Fuente: http://www.foronuclear.org/es/notici...s-su-operacion

----------


## termopar

> *Garoña suma provisiones por 106 millones para su predesmantelamiento*
> 
> Nuclenor, la sociedad participada al 50% por Endesa e Iberdrola que opera la central nuclear burgalesa de Santa María de Garoña, acumula 106 millones de euros para el predesmantelamiento de la central y la parte que le corresponde por su 2% en Trillo.
> 
> MADRID, 11 (EUROPA PRESS)
> 
> Estas tareas de predesmantelamiento ya están en marcha y tienen una duración de tres años, si bien "la situación se volvería reversible" si se produce un cambio en las circunstancias que condujese a la empresa a cambiar de postura y reiniciar la actividad, explica Nuclenor en sus cuentas anuales de 2015, entregadas al Registro Mercantil y consultadas por Europa Press a través de 'Infoempresa.com'.
> 
> De llegar a su fin, la fase de predesmantelamiento concluiría con la extracción del combustible de la piscina, momento en el que la sociedad estatal Enresa "se haría cargo de la titularidad de la instalación y de la totalidad de los costes del desmantelamiento propiamente dicho".
> ...


Referencia: http://www.eleconomista.es/economia/...elamiento.html

Ya falta menos

----------


## Jonasino

> Ya falta menos


Exacto:
Ya falta menos para que en Vizcaya empiecen los cortes de suministro al no existir fuente sustitutoria.
Ya falta menos para que un montón de trabajadores se vayan al paro (gracias en su nombre por tan acertado comentario)
Ya falta menos para que comercios y establecimientos de la zona cierren por falta de clientela
Ya falta menos para que los rumanos de turno hagan su agosto "retirando ecologicamente" lineas de cobre
Ya falta menos para que gastemos más carbón para sustituirla
Ya falta menos para comprar mas gas a los chicos del Isis en vez de producir nosotros la energía
Ya falta menos para que comentarios tan oportunos y solidarios como ese desaparezcan del foro

----------

F. Lázaro (15-sep-2016)

----------


## termopar

Sr. Jonasino, no exagere




> Ya falta menos para que en Vizcaya empiecen los cortes de suministro al no existir fuente sustitutoria.
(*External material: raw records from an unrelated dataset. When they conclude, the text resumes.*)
import type { FrequencyRange } from '../quantity/frequency.ts';
import { jsonText } from '../report/json-text.ts';
import { type NextResult, nextRecord, nextText } from '../report/whatif-next.ts';
import { DEFAULT_TIMES } from '../whatif/costs.ts';
import { designOfRun } from '../whatif/design-of-run.ts';
import { nextTakes } from '../whatif/next-takes.ts';
import { EXIT } from './exit-codes.ts';
import { installedPackage } from './package-root.ts';
import { progressLine } from './progress.ts';
import { repeatRun, runBands } from './repeat-run.ts';
import { ended } from './solve-command.ts';
import { textStyle, writeResult } from './terminal.ts';
import { UsageError } from './usage-error.ts';
import { bandOf, type Say } from './whatif-values.ts';

export interface NextRequest {
  /** Folder of the run. */
  readonly run: string;
  /** Expanded uncertainty in dB that the worst unit is to have. */
  readonly target: number | undefined;
  /** Takes that may be added for it. */
  readonly most: number;
  /** Bands that count; absent for all. */
  readonly band: FrequencyRange | undefined;
  readonly json: boolean;
  readonly quiet: boolean;
}

const MOST_TAKES = 20;

/** @throws UsageError with everything that cannot be understood. */
export function readNextRequest(run: string, values: Readonly<Record<string, unknown>>): NextRequest {
  const said: string[] = [];
  const say: Say = (name, found, expected, example) =>
    said.push(`--${name}: found ${JSON.stringify(found)}; expected ${expected}. Example: --${name} ${example}`);
  const number = (name: string, key: string, isFit: (value: number) => boolean, expected: string, example: string) => {
    const typed = values[key];
    if (typed === undefined) return undefined;
    const value = typeof typed === 'string' && /^(\d+\.?\d*|\.\d+)$/.test(typed.trim()) ? Number(typed) : Number.NaN;
    if (isFit(value)) return value;
    say(name, typed, expected, example);
    return undefined;
  };
  if (run.trim() === '') said.push(`RESULT: found ${JSON.stringify(run)}; expected the folder of a result.`);
  const target = number('target-db', 'targetDb', (value) => value > 0, 'an expanded uncertainty in dB, above 0', '0.5');
  const isCount = (value: number) => Number.isInteger(value) && value >= 1 && value <= 400;
  const most = number('most', 'most', isCount, 'a whole number from 1 to 400', '10') ?? MOST_TAKES;
  const band = bandOf(values.band, say);
  if (said.length > 0) throw new UsageError(said);
  return { run, target, most, band, json: values.json === true, quiet: values.quiet === true };
}

/** After a run: the takes most worth adding, and what each buys. Writes nothing. */
export async function nextCommand({ run, target, most, band, json, quiet }: NextRequest): Promise<number> {
  const progress = progressLine(process.stderr, {
    quiet,
    style: textStyle(process.stderr),
    environment: process.env,
  });
  try {
    const repeated = await repeatRun(run, progress);
    const { set, examination, settings, model, leftOut, notices } = repeated;
    const plan = await nextTakes(designOfRun(run, set, leftOut), set, examination, runBands(repeated, {}, band), {
      model,
      times: DEFAULT_TIMES,
      coverage: settings.coverage,
      target,
      most,
      seed: 1,
      onProgress: progress.step('looking for takes'),
    });
    progress.clear();
    const result: NextResult = { version: installedPackage().version, run, coverage: settings.coverage, plan, notices };
    const text = () => (quiet ? '' : ended(nextText(result, textStyle(process.stdout))));
    await writeResult(json ? jsonText(nextRecord(result)) : text());
    return EXIT.done;
  } finally {
    progress.clear();
  }
}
Si la central esta parada desde hace años y no ha habido cortes, será que no es ningún problema, no?




> Ya falta menos para que un montón de trabajadores se vayan al paro (gracias en su nombre por tan acertado comentario)


Si la central se desmantela seguirá habiendo trabajadores para el desmantelamiento y podrán entrar otras industrias y otros empleos por otro lado. Las renovables multiplican por mucho los puestos creados por cada kwh. Además suelen ser puestos cualificados los cuales lo tienen mucho más fácil para adaptarse y recolocarse.




> Ya falta menos para que comercios y establecimientos de la zona cierren por falta de clientela


El desmantelamiento también requiere mucho trabajo. Además podrán tener más visitas y turismo, una vez quitado el riesgo de radiación nuclear.




> Ya falta menos para que los rumanos de turno hagan su agosto "retirando ecologicamente" lineas de cobre


Si se hiciera el desmantelamiento correctamente el cobre se reciclaría correctamente y no hace falta ser antiracista par darse cuenta de lo impropio de su comentario.




> Ya falta menos para que gastemos más carbón para sustituirla


El carbón también tiene un problema y es que al igual que la nuclear, es un sector en decadencia, y también disminuirá su producción.




> Ya falta menos para comprar mas gas a los chicos del Isis en vez de producir nosotros la energía


Quizás los terroristas estaban tan interesados como usted en que permaneciera Garoña abierto para producir un atentado. De este modo, nos evitamos males mayores. Su comentario es algo ridículo, no le parece?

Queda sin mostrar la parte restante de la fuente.